Ryan, a Republican, was convicted in 2006, three years after leaving office, of “honest services fraud.” At his trial, the jury was instructed that it should convict Ryan if he deprived his constituents of the “intangible right of his honest services,” a standard so vague as to allow the government to point to just about any malfeasance in office as evidence of fraud.
The governor’s challenge to his conviction was based on a recent Supreme Court case, Skilling v. United States, in which the Court agreed that the honest services fraud statute is incomprehensible to jurors. But instead of striking down the statute, the Supreme Court said that the government could continue to prosecute individuals for honest services fraud as long as there was evidence that the accused received a “bribe or a kickback.”

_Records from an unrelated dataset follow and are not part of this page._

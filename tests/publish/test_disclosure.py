"""Disclosure: the cells and rows that are withheld, case by case, and rounding."""

from __future__ import annotations

from decimal import ROUND_HALF_UP, Decimal
from typing import Any

import numpy as np
import pandas as pd
import pytest
from hypothesis import given
from hypothesis import strategies as st

import svyrates as sr
from svyrates.publish import (
    DisclosureRule,
    WithheldCells,
    round_counts,
    withhold_cells,
    withhold_rows,
)


def _rule(minimum: int = 3, **others: Any) -> DisclosureRule:
    return DisclosureRule(minimum=minimum, **others)


def _found(counts: list[Any], minimum: int = 5, **others: Any) -> WithheldCells:
    return withhold_cells(counts, _rule(minimum), **others)


def test_nothing_small_nothing_withheld() -> None:
    found = _found([[5, 0, 7], [0, 0, 12]])
    assert not found.cells.any()
    assert set(found.why.ravel()) == {""}


def test_one_small_cell_takes_the_cheapest_other_of_its_only_sum() -> None:
    found = _found([40, 3, 11, 0, 25])
    assert np.flatnonzero(found.primary).tolist() == [1]
    assert np.flatnonzero(found.complementary).tolist() == [2]
    assert found.why.tolist() == ["", "fewer than 5 members", "protects another", "", ""]


def test_one_small_cell_of_two_factors_takes_three_others() -> None:
    found = _found([[3, 50, 11, 60], [45, 70, 12, 80], [90, 75, 14, 85]])
    assert np.argwhere(found.cells).tolist() == [[0, 0], [0, 2], [1, 0], [1, 2]]


def test_two_small_cells_in_a_row_take_two_others() -> None:
    found = _found([[3, 4, 60], [30, 40, 50], [10, 20, 90]])
    assert np.argwhere(found.complementary).tolist() == [[2, 0], [2, 1]]


def test_three_factors_take_eight() -> None:
    counts = np.full((2, 3, 4), 40)
    counts[1, 1, 1] = 1
    assert withhold_cells(counts, _rule()).cells.sum() == 8


def test_small_cells_protect_each_other() -> None:
    found = _found([[1, 2], [3, 4]])
    assert found.primary.all()
    assert not found.exposed.any()


def test_empty_cells_protect_only_if_nothing_else_does() -> None:
    assert np.flatnonzero(_found([2, 0, 900]).cells).tolist() == [0, 2]
    assert np.flatnonzero(_found([2, 0, 0]).cells).tolist() == [0, 1]


@pytest.mark.parametrize("counts", [[[2, 30, 9]], [[2], [30], [9]]])
def test_a_factor_with_one_level_adds_no_sum(counts: list[Any]) -> None:
    """The sum over it would be the cell itself."""
    assert np.flatnonzero(_found(counts).cells).tolist() == [0, 2]


def test_a_lone_cell_has_no_sum_but_itself() -> None:
    found = _found([[2]])
    assert found.cells.all()
    assert not found.exposed.any()


def test_a_cell_that_makes_up_its_sums() -> None:
    """All other members are in its row or all in its column: the sums say so."""
    with pytest.warns(sr.RatesWarning, match=r"give away cell \(0, 0\).*do not publish those sums"):
        found = _found([[2, 0, 0], [70, 0, 0], [90, 0, 0]])
    assert np.argwhere(found.exposed).tolist() == [[0, 0]]
    assert np.argwhere(found.cells).tolist() == [[0, 0], [0, 1], [0, 2], [1, 0], [2, 0]]


def test_everybody_answers_alike_in_all_cells() -> None:
    with pytest.warns(sr.RatesWarning, match=r"give away cell \(1,\)"):
        found = withhold_cells([30, 4, 20], _rule(5), successes=[30, 4, 20])
    assert found.cells.all()


def test_members_are_what_successes_and_failures_leave_possible() -> None:
    """The 1 could be a 2 if only members were known; the sums of successes forbid it."""
    n, successes = [[1, 6], [7, 8]], [[0, 6], [0, 8]]
    assert not _found(n).exposed.any()
    with pytest.warns(sr.RatesWarning, match=r"give away cell \(0, 0\)"):
        found = withhold_cells(n, _rule(5, counted=["members"]), successes=successes)
    assert np.argwhere(found.exposed).tolist() == [[0, 0]]


def test_successes_and_failures_count() -> None:
    n, successes = [50, 60, 70, 80], [25, 58, 30, 2]
    found = withhold_cells(n, _rule(5), successes=successes)
    assert found.why.tolist() == ["", "fewer than 5 failures", "", "fewer than 5 successes"]
    only = withhold_cells(n, _rule(5, counted=("failures",)), successes=successes)
    assert np.flatnonzero(only.primary).tolist() == [1]
    assert np.flatnonzero(only.complementary).tolist() == [0]
    assert not withhold_cells(n, _rule(5, counted=["members"]), successes=successes).cells.any()
    assert not withhold_cells(n, _rule(5)).cells.any()


def test_a_rate_of_zero_in_a_small_group_tells_every_answer() -> None:
    n, successes = [12, 40, 90, 12], [0, 20, 45, 6]
    assert not withhold_cells(n, _rule(5), successes=successes).cells.any()
    found = withhold_cells(n, _rule(5, unanimous_below=20), successes=successes)
    assert np.flatnonzero(found.primary).tolist() == [0]
    assert found.why[0] == "all answers alike, and fewer than 20 members"
    assert not withhold_cells(n, _rule(5, unanimous_below=12), successes=successes).cells.any()


def test_sensitive_cells_are_protected_whatever_their_counts() -> None:
    found = _found([50, 60, 70], sensitive=[False, True, False])
    assert found.primary.tolist() == [False, True, False]
    assert found.complementary.tolist() == [True, False, False]
    assert found.why[1] == "said to be sensitive"


def test_cells_withheld_already_protect_at_no_cost() -> None:
    found = _found([2, 10, 900], already=[False, False, True])
    assert np.flatnonzero(found.cells).tolist() == [0]


def test_step_keeps_the_true_count_at_a_distance() -> None:
    """With a step of 4 another table must have 7 or more in the place of 3: 2 has no 4 to give."""
    counts = np.array([3, 2, 40])
    assert np.flatnonzero(withhold_cells(counts, _rule(5)).cells).tolist() == [0, 1]
    assert withhold_cells(counts, _rule(5, step=4)).cells.all()


BAD: list[tuple[dict[str, Any], str]] = [
    ({"n": [[1.5, 2.0], [-1.0, np.nan]]}, "whole counts, none negative: 3 of 4 are not"),
    ({"n": ["a", "b"]}, "n must be an array of counts"),
    ({"n": []}, "n must be an array of counts"),
    ({"n": [3, 4], "successes": [1]}, r"successes has the shape \(1,\), but n has \(2,\)"),
    ({"n": [3, 4], "successes": [4, 4]}, "must not exceed n: in 1 cell they do"),
    ({"n": [3, 4], "already": [0, 1]}, r"already must be true or false.*\(2,\); got int64"),
    ({"n": [3, 4], "sensitive": [True]}, r"sensitive must be.*of shape \(1,\)"),
]


@pytest.mark.parametrize(("arguments", "message"), BAD)
def test_bad_tables(arguments: dict[str, Any], message: str) -> None:
    with pytest.raises(sr.QuestionError, match=message):
        withhold_cells(arguments.pop("n"), _rule(), **arguments)


@pytest.mark.parametrize(
    ("options", "message"),
    [
        ({"minimum": 0}, "minimum must be a whole number of 1 or more; got 0"),
        ({"minimum": 2.5}, "minimum must be a whole number"),
        ({"minimum": True}, "minimum must be a whole number"),
        ({"minimum": None}, "minimum must be a whole number"),
        ({"minimum": 5, "step": None}, "step must be a whole number"),
        ({"minimum": 5, "unanimous_below": -1}, "unanimous_below must be a whole number"),
        ({"minimum": 5, "counted": "members"}, "counted must list some of 'members'"),
        ({"minimum": 5, "counted": ["people"]}, r"counted must list.*got \['people'\]"),
        ({"minimum": 5, "counted": []}, "counted must list"),
    ],
)
def test_bad_rules(options: dict[str, Any], message: str) -> None:
    with pytest.raises(sr.QuestionError, match=message):
        DisclosureRule(**options)


def _survey(n: np.ndarray, successes: np.ndarray) -> pd.DataFrame:
    """One record for each member of a table of sex by region, or only by region."""
    rows = [
        (*cell, member < successes[cell])
        for cell in np.ndindex(n.shape)
        for member in range(n[cell])
    ]
    frame = pd.DataFrame(rows, columns=["sex", "region", "y"][-n.ndim - 1 :])
    return frame.assign(w=np.linspace(1.0, 3.0, len(frame)))


@pytest.fixture(scope="module")
def crossed() -> tuple[np.ndarray, np.ndarray]:
    n = np.array([[3, 30, 14], [20, 40, 15], [60, 70, 0]])
    return n, n // 2


def test_rows_of_a_table_of_rates(crossed: tuple[np.ndarray, np.ndarray]) -> None:
    n, successes = crossed
    frame = _survey(n, successes).sample(frac=1.0, random_state=1, ignore_index=True)
    rates = sr.estimate_rates(sr.SampleDesign(frame, weight="w"), "y", by=["sex", "region"])
    found = withhold_rows(rates, _rule(5))
    cells = withhold_cells(n, _rule(5), successes=successes)
    assert found.cells.tolist() == cells.cells.ravel().tolist()
    assert found.why.tolist() == cells.why.ravel().tolist()
    assert np.flatnonzero(found.cells).tolist() == [0, 2, 3, 5]


def test_a_group_is_hidden_in_all_outcomes_or_in_none() -> None:
    """Otherwise one outcome tells the size of the group that protects a small one in another."""
    n = np.array([3, 30, 14, 50])
    frame = _survey(n, n // 2)
    # Fewer in group 2 answer the second question, fewer still in group 1: it would protect there.
    frame["z"] = pd.array(frame["y"], dtype="boolean")
    frame.loc[frame.index[frame["region"] == 1][:24], "z"] = pd.NA
    rare = (frame["region"] == 3) & (frame["y"].cumsum() % 12 == 0) & frame["y"]
    frame["rare"] = rare | ((frame["region"] < 3) & frame["y"])
    design = sr.SampleDesign(frame, weight="w")
    rates = sr.estimate_rates(design, ["y", "z", "rare"], by="region")
    found = withhold_rows(rates, _rule(5))
    per_outcome = found.cells.reshape(3, 4)
    members_small = [0, 2]
    assert np.flatnonzero(per_outcome[0]).tolist() == members_small
    assert set(np.flatnonzero(per_outcome[1])) >= set(members_small)
    # The rare answer is withheld where it is rare, in its own outcome only.
    assert "fewer than 5 successes" in found.why.reshape(3, 4)[2, 3]
    assert not per_outcome[0, 3]


def test_a_group_is_hidden_where_only_another_outcome_is_answered_by_few() -> None:
    n = np.array([20, 30, 40])
    frame = _survey(n, n // 2)
    frame["z"] = pd.array(frame["y"], dtype="boolean")
    frame.loc[frame.index[frame["region"] == 1][:27], "z"] = pd.NA
    rates = sr.estimate_rates(sr.SampleDesign(frame, weight="w"), ["y", "z"], by="region")
    found = withhold_rows(rates, _rule(5))
    assert np.flatnonzero(found.primary).tolist() == [4]
    assert np.flatnonzero(found.cells).tolist() == [0, 1, 3, 4]


def test_rows_withheld_already_protect_in_their_outcome() -> None:
    n = np.array([30, 40, 50])
    frame = _survey(n, n // 2)
    frame["rare"] = frame["y"] & ((frame["region"] > 0) | (frame.index < 2))
    rates = sr.estimate_rates(sr.SampleDesign(frame, weight="w"), ["y", "rare"], by="region")
    assert np.flatnonzero(withhold_rows(rates, _rule(5)).cells).tolist() == [3, 4]
    already = np.array([False, False, False, False, False, True])
    assert np.flatnonzero(withhold_rows(rates, _rule(5), already=already).cells).tolist() == [3]


def test_rows_withheld_already(crossed: tuple[np.ndarray, np.ndarray]) -> None:
    n, successes = crossed
    frame = _survey(n, successes)
    rates = sr.estimate_rates(sr.SampleDesign(frame, weight="w"), "y", by=["sex", "region"])
    already = np.zeros(9, dtype=bool)
    already[[1, 4]] = True
    found = withhold_rows(rates, _rule(5), already=already)
    assert np.flatnonzero(found.cells).tolist() == [0, 3]
    with pytest.raises(sr.QuestionError, match=r"already must be true or false.*shape \(9,\)"):
        withhold_rows(rates, _rule(5), already=already[:3])


def test_rows_that_the_sums_give_away_are_named() -> None:
    frame = _survey(np.array([[2, 1], [70, 1]]), np.array([[1, 0], [35, 0]]))
    # Nobody of positive weight lives in region 1.
    frame.loc[frame["region"] == 1, "w"] = 0.0
    rates = sr.estimate_rates(sr.SampleDesign(frame, weight="w"), "y", by=["sex", "region"])
    with pytest.warns(sr.RatesWarning, match=r"give away 1 row \('0, 0'\)"):
        found = withhold_rows(rates, _rule(5))
    assert found.exposed.tolist() == [True, False, False, False]
    assert found.cells.tolist() == [True, True, True, False]


def test_everyone_as_one_row() -> None:
    frame = pd.DataFrame({"y": [1, 0, 0]})
    rates = sr.estimate_rates(sr.SampleDesign(frame), "y")
    assert withhold_rows(rates, _rule(5)).cells.tolist() == [True]
    assert withhold_rows(rates, _rule(1)).cells.tolist() == [False]


def test_everyone_is_hidden_in_all_outcomes_or_in_none() -> None:
    frame = pd.DataFrame({"y": [1.0, 0.0] * 10, "z": [1.0, 0.0] + [np.nan] * 18})
    rates = sr.estimate_rates(sr.SampleDesign(frame), ["y", "z"])
    assert withhold_rows(rates, _rule(5)).cells.tolist() == [True, True]


def test_masks_are_refused() -> None:
    frame = pd.DataFrame({"y": [1, 0, 0], "a": [True, True, False], "b": [False, True, True]})
    rates = sr.estimate_rates(sr.SampleDesign(frame), "y", by={"a": "a", "b": "b"})
    with pytest.raises(sr.QuestionError, match="masks, which may overlap"):
        withhold_rows(rates, _rule(5))


@given(st.integers(0, 10**12), st.integers(1, 5000))
def test_rounding_is_half_up(value: int, base: int) -> None:
    quotient = (Decimal(value) / base).quantize(Decimal(1), rounding=ROUND_HALF_UP)
    expected = int(quotient) * base
    assert round_counts([value], base).tolist() == [expected]
    assert round_counts([float(value)], base).tolist() == [float(expected)]


def test_rounding_keeps_what_is_withheld_and_its_kind() -> None:
    rounded = round_counts(np.array([np.nan, 15.0, 14.999]), 10)
    assert np.isnan(rounded[0])
    assert rounded[1:].tolist() == [20.0, 10.0]
    assert round_counts(np.array([5, 15], dtype=np.uint8), 100).dtype.kind == "i"


@pytest.mark.parametrize(
    ("values", "base", "message"),
    [
        ([-1], 10, "none of them negative"),
        (["a"], 10, "must be counts"),
        ([np.inf], 10, "negative or infinite"),
        ([1], 0, "base must be a whole number"),
        ([1], 2.5, "base must be a whole number"),
        ([1], True, "base must be a whole number"),
    ],
)
def test_bad_rounding(values: list[Any], base: Any, message: str) -> None:
    with pytest.raises(sr.QuestionError, match=message):
        round_counts(values, base)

Ryan’s lawyers argued that because the governor received no bribe or kickback, his conviction must be overturned. Judge Rebecca Pallmeyer disagreed. While the governor did not receive any bribe or kickback in the ordinary sense of those words, Pallmeyer reviewed several decades of federal law and found that the words “bribe” and “kickback” have been given an expansive definition by the federal courts. Under federal law, a politician receives a bribe or a kickback if he receives “a stream of benefits in implicit exchange for one or more official acts” from a political supporter.
Applying this standard, Pallmeyer reviewed the evidence offered against Ryan during his five-month trial, most of which involved Ryan helping two of his key political backers obtain lucrative state contracts and leases. Based on this evidence, she concluded that the former governor had indeed received a “stream of benefits” from those backers in “implicit exchange” for official acts. Thus, Ryan’s fraud conviction remains viable after Skilling and he must serve out the remaining three years of his six-and-a-half year sentence despite the compelling argument that his ailing wife needs him during her final days.
Ironically, the same Supreme Court that in Skilling green-lighted what now amounts to political prosecutions for honest services fraud, also ruled, in Citizens United v. FEC, that corporations have the right to spend unlimited amounts of money in elections, effectively allowing them to buy their outcome. The consequence of this incoherent state of federal law is that corporate money will continue to flow into the political system without restriction, while the executive branch (through its United States attorneys) will have the exclusive power to decide when this influx of money is criminal and when it is simply the business of politics.
Corporate lobbyists will continue to write the laws regulating their industries. Wall Street firms will continue to receive billions in taxpayer-funded bailouts. But unless a U.S. Attorney’s Office decides to launch an investigation, we the people must accept that there has been no “implicit exchange” of industry money for any official act.
The Ryan family is correct – there is something rotten in the federal justice system. But its anger at the judge who refused to overturn the governor’s conviction is misplaced; deeper reforms are badly needed.
In the meantime, President Barack Obama has the power to exercise compassion and commute the sentences of nonviolent federal prisoners who, like Ryan, were singled out for prosecution by an arbitrary justice system and are needed at home to care for their families.